Opinion
No. 319.
Argued November 28, 29, 1910. Decided January 3, 1911.
The United States court at a particular place named is a sufficient designation of the only court of the United States held at that place, which has jurisdiction of the case; and an order transmitting a case under the act of June 28, 1898, c. 517, 30 Stat. 511, to the United States court at Paris, Texas, is sufficient to transfer the case to the District Court of the United States for the Eastern District of Texas and to give that court jurisdiction. Where the record is not here, and the jurisdictional facts are admitted, and the order recited that the court was well advised in the premises, this court will not hold that the court to which the case was removed on petition of plaintiff in error himself did not acquire jurisdiction because the petition did not state all the jurisdictional facts required by the statute authorizing the removal. While the repeal of a statute giving special jurisdiction to a court may operate to deprive that court of the jurisdiction so conferred, the mere enactment of a subsequent statute which obviates future application of the earlier statute does not amount to its repeal or affect jurisdiction already acquired. The provisions of the Oklahoma enabling act of June 16, 1906, c. 3335, 34 Stat. 267, as amended March 4, 1907, c. 2911, 34 Stat. 1287, transferring criminal cases pending in the United States courts of the Indian Territory to the courts of Oklahoma, did not repeal the act of June 28, 1898, c. 517, 30 Stat. 511, or affect cases which had already been transferred under that act to the United States District Court for the Eastern District of Texas. In this case held that it was not error for the trial court to refuse to allow the wife of one accused of murder to testify. Logan v. United States, 144 U.S. 263. There was no error on the part of the trial court in denying a motion for a new trial based on affidavits of some of the jurors that they agreed to the verdict on the understanding between themselves and other jurors that the punishment of the degree found would be less than that imposed by the court. Mattox v. United States, 146 U.S. 140.

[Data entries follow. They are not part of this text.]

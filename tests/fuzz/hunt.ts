// Bug hunt: many more mutated inputs than the test runs, reporting every distinct failure.
// Run: npx tsx tests/fuzz/hunt.ts <seed> <runs per source> [--cli N] [--odd-but-valid] [--show-unstable]
import fc from 'fast-check';
import { mutationsArb, oddButValidMutationsArb } from './mutate.ts';
import { FUZZ_SOURCES, mutatedText } from './sources.ts';
import { runCliCase, runLibrary } from './run-case.ts';

const seed = Number(process.argv[2] ?? 1);
const runs = Number(process.argv[3] ?? 100);
const cliAt = process.argv.indexOf('--cli');
const cliRuns = cliAt > 0 ? Number(process.argv[cliAt + 1]) : 0;
const counts: Record<string, number> = {};
const failures = new Map<string, string>();
for (const [si, source] of FUZZ_SOURCES.entries()) {
  const arb = process.argv.includes('--odd-but-valid') ? oddButValidMutationsArb : mutationsArb;
  const cases = fc.sample(arb, { seed: seed * 101 + si, numRuns: runs });
  for (const [ci, muts] of cases.entries()) {
    const { text, done } = mutatedText(source, muts);
    const o = ci < cliRuns ? await runCliCase(text, source.name) : runLibrary(text, source.name);
    counts[o.kind] = (counts[o.kind] ?? 0) + 1;
    if (o.kind === 'unstable' && process.argv.includes('--show-unstable')) console.log(`UNSTABLE ${source.name} [${done.join(' | ')}]\n  ${o.message.split('\n')[0]}`);
    if (o.kind === 'failure') {
      const key = o.reason.split('\n')[0]!.replace(/[-\d.e]+/g, '#').slice(0, 160);
      if (!failures.has(key)) failures.set(key, `${source.name} [${done.join(' | ')}]\n  ${o.reason.replace(/\n/g, '\n  ')}`);
    }
  }
}
console.log(JSON.stringify(counts));
for (const f of failures.values()) console.log(`FAIL ${f}\n`);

Mr. James G. Dudley for plaintiff in error:
Jurisdiction in a criminal case is never presumed, but must always be shown, is never waived by a defendant, and want of jurisdiction can be attacked at any stage of a criminal proceeding or even collaterally. In re Neilson, 131 U.S. 176; United States v. Rogers, 23 F. 662; In re Mills, 135 U.S. 270; In re Graham, 138 U.S. 451.

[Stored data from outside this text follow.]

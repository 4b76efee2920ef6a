// Results outside the method through the command, on examples/signal-support.yaml (US units) with
// its steel made soft. E = 1000 ksi: the arm tips move far beyond a tenth of their length; the
// package is still written (it is a warning), stderr names each member with its combination and
// the JSON lists the movements.
// E = 200 ksi: the structure buckles under the factored axial loads, exit 3, naming the member and the
// place of the largest movement of the buckling mode in feet; nothing is written.
import { describe, expect, it } from 'vitest';
import { existsSync, mkdtempSync, readFileSync, rmSync, writeFileSync } from 'node:fs';
import { join } from 'node:path';
import { tmpdir } from 'node:os';
import { parseDocument } from 'yaml';
import { cli } from './run-cli.ts';
import { readPdfText, squeeze } from '../support/pdf-text.ts';

const ROOT = join(import.meta.dirname, '../..');
const SIGNAL = readFileSync(join(ROOT, 'examples/signal-support.yaml'), 'utf8');

async function buildWithE(E: string) {
  const dir = mkdtempSync(join(tmpdir(), 'polebook-range-'));
  try {
    const doc = parseDocument(SIGNAL);
    doc.setIn(['structure', 'material', 'E'], E);
    writeFileSync(join(dir, 'signal.yaml'), doc.toString());
    const r = await cli(['build', 'signal.yaml', '--out', 'out', '--json'], { cwd: dir, env: { SOURCE_DATE_EPOCH: '1767225600' } });
    const pdfPath = join(dir, 'out', 'signal.pdf');
    const pdf = existsSync(pdfPath) ? squeeze((await readPdfText(readFileSync(pdfPath))).pages.join('\n')) : null;
    const jsonPath = join(dir, 'out', 'signal.results.json');
    const json = existsSync(jsonPath) ? (JSON.parse(readFileSync(jsonPath, 'utf8')) as { analysis: { outsideMethod: { limitRatio: number; movements: { member: string; combination: string; ratio: number }[] } } }) : null;
    return { ...r, pdf, json };
  } finally {
    rmSync(dir, { recursive: true, force: true });
  }
}

describe('results outside the small-displacement method, through polebook build', () => {
  it('soft steel: one warning per member on stderr, the caution in the package, the package written', async () => {
    const r = await buildWithE('1000 ksi');
    expect(r.code).not.toBe(3);
    // SA is 45 ft from the pole axis; the 12-sided pole is 21 - 0.14 x 20 = 18.2 in across the flats at
    // the arm, so the face radius 9.1 in = 0.758 ft comes off: 44.24 ft from the face (hand arithmetic).
    expect(r.stderr).toMatch(/warning: arm SA tip moves [\d.]+ ft under ext-\S+, [\d.]+ of its length 44\.24 ft from the pole face, beyond our limit of L\/10/);
    expect(r.stderr.match(/warning: arm SA tip/g)).toHaveLength(1);
    expect(r.pdf).not.toBeNull();
    // the PDF text with white space removed (the layout wraps lines)
    expect(r.pdf!).toContain('Resultsoutsidethesmall-displacementanalysis');
    expect(r.pdf!).toContain('Checksonresultsoutsidethesmall-displacementanalysis');
    const moved = r.json!.analysis.outsideMethod;
    expect(moved.limitRatio).toBe(0.1);
    expect(moved.movements.some((x) => x.member === 'SA' && x.combination.startsWith('ext-') && x.ratio > 0.1)).toBe(true);
    expect(r.pdf!).toMatch(/ThetipofarmSAmoves[\d.]+ftundercombinationext-[^,]+,[\d.]+ofthememberlengthL=44\.24ft/);
  }, 60_000);

  it('steel soft enough to buckle: exit 3 naming the member and the place in feet, nothing written', async () => {
    const r = await buildWithE('200 ksi');
    expect(r.code).toBe(3);
    expect(r.stderr).toMatch(/combination \S+: loss of stability[^\n]*; the buckling mode moves most on (pole|arm \w+), [\d.]+ ft (above base|from pole face)/);
    expect(r.pdf).toBeNull();
    expect(r.json).toBeNull();
  }, 60_000);
});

District Courts of the United States have no jurisdiction to try capital cases, no jurisdiction to try a person indicted for murder, charged to have been committed on land, and no power or jurisdiction to sentence a person for a capital offense so committed, either to suffer death or life imprisonment. Section 563, Rev. Stat. The Circuit Courts of the United States have exclusive jurisdiction of all capital cases. Section 629, Rev. Stat., subd. 20.
The indictment in this case charges a crime (murder) punishable by death, § 5339, Rev. Stat., and the offense is no less capital, although the jury by their verdict found defendant guilty as charged "without capital punishment." Fitzpatrick v. United States, 178 U.S. 304; Goodshot v. United States, 104 F. 257.
The United States court in the Indian Territory had jurisdiction until taken away by the enabling act. Jurisdiction was taken away without saving and excepting cases pending by § 20 of the enabling act, as amended by the act of March 4, 1907.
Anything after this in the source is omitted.